The standard pattern for LLM safety enforcement in enterprise applications looks like this: each team building an AI-integrated feature writes their own content moderation logic, data class checks, and output filters. The reasoning is intuitive — they know their feature's requirements, so they implement the checks closest to their code. The result, at scale, is a fragmentation problem that creates exactly the audit gaps and policy inconsistencies that safety controls are meant to prevent.
This post makes the case for a different enforcement point: the model gateway. Not as a replacement for application-level safety thinking, but as the layer where policies that apply across all applications and all tenants are consistently enforced — with an audit trail that actually covers everything.
Why application-layer enforcement fragments at scale
Consider a regional health-tech platform processing 12M monthly inferences across a portfolio of 15 different AI-integrated features: clinical documentation assistance, patient FAQ chat, internal analytics summarization, billing code suggestion, and more. Each feature team built their own safety stack when they shipped. Three months later, an audit reveals:
- The documentation assistant strips PHI from prompts before sending to the LLM. The patient FAQ chat does not — it relies on Anthropic's default handling.
- Four features have content moderation filters. Eleven don't, or have them disabled in staging environments that occasionally receive production traffic during incident recovery.
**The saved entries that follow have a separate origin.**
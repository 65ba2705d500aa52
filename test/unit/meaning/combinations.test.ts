/** How combinations of a file's numbers are written. */
import { expect, test } from 'vitest'
import type { Fraction, NumberValue } from '../../../server/src/format/model.ts'
import { evaluate } from '../../../server/src/format/numbers.ts'
import { plusWhole, rational, sumOf, writeSum } from '../../../server/src/meaning/combinations.ts'

function number(text: string): NumberValue {
  const read = evaluate(text, () => ({ value: 4 }))
  if (!('number' in read)) throw new Error(text)
  return { ...read.number, text, at: [0, text.length] }
}
const fractions: Record<string, Fraction> = {
  '1': { p: 1, q: 1 },
  '-1': { p: -1, q: 1 },
  '1/2': { p: 1, q: 2 },
  '1/3': { p: 1, q: 3 },
}
const combination = (terms: Record<string, string>, whole = 0, stays = true): string =>
  writeSum(
    plusWhole(
      sumOf(
        Object.keys(terms).map(number),
        Object.values(terms).map(by => fractions[by]),
      ),
      whole,
    ),
    () => stays,
  )

test.each([
  // One number alone keeps its spelling.
  [{ '1 / 3': '1' }, '1 / 3'],
  [{ '0.250': '1' }, '0.250'],
  [{ '6.462(3)': '1' }, '6.462(3)'],
  [{ '0.25': '-1' }, '-0.25'],
  [{ '-1/4': '-1' }, '1/4'],
  [{ '\u22120.5': '-1' }, '0.5'],
  [{ 'sqrt(3)/2': '-1' }, '-(sqrt(3)/2)'],
  [{ '0': '-1' }, '0'],
  // Sums stay exact, in the style of what they are made of.
  [{ '1/3': '1', '1/6': '1' }, '1/2'],
  [{ '0.1': '1', '0.25': '-1' }, '-0.15'],
  [{ '0.1': '1/2', '0.3': '1/2' }, '0.2'],
  [{ '0.5': '1/3' }, '1/6'],
  [{ '0.2345': '1/3' }, '0.0781666667'],
  [{ '1/7': '1', '0.5': '1' }, '9/14'],
  [{ 'sqrt(2)': '1', '1': '1' }, '2.4142135624'],
] as const)('%o is written %s', (terms, text) => expect(combination(terms)).toBe(text))

test('a whole number more', () => {
  expect(combination({ '-1/3': '1' }, 1)).toBe('2/3')
  expect(combination({ '0.7312': '-1' }, 1)).toBe('0.2688')
  expect(combination({ '5/2': '1' }, -2)).toBe('1/2')
})

test('an expression whose parameters change their value becomes a number', () => {
  expect(combination({ '1/a': '1' })).toBe('1/a')
  expect(combination({ '1/a': '1' }, 0, false)).toBe('0.25')
})

test('entries of a matrix are recognised, others refused', () => {
  expect(rational(-2 / 3)).toEqual({ p: -2, q: 3 })
  expect(rational(0)).toEqual({ p: 0, q: 1 })
  expect(() => rational(Math.SQRT2)).toThrow(RangeError)
})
- Audit logs are per-feature, in different schemas, with different retention periods. Reconstructing a full request history for a specific patient encounter across features requires manual correlation across five separate datastores.
This isn't hypothetical negligence. It's the predictable outcome of pushing policy enforcement into application code across a team that's shipping fast. Each team implements the controls they were told to implement. The problem is that the policy contract — "PII never leaves our network unredacted," "all requests to external model APIs are logged" — was never enforced at a single point. It was enforced in N different places with N different implementations.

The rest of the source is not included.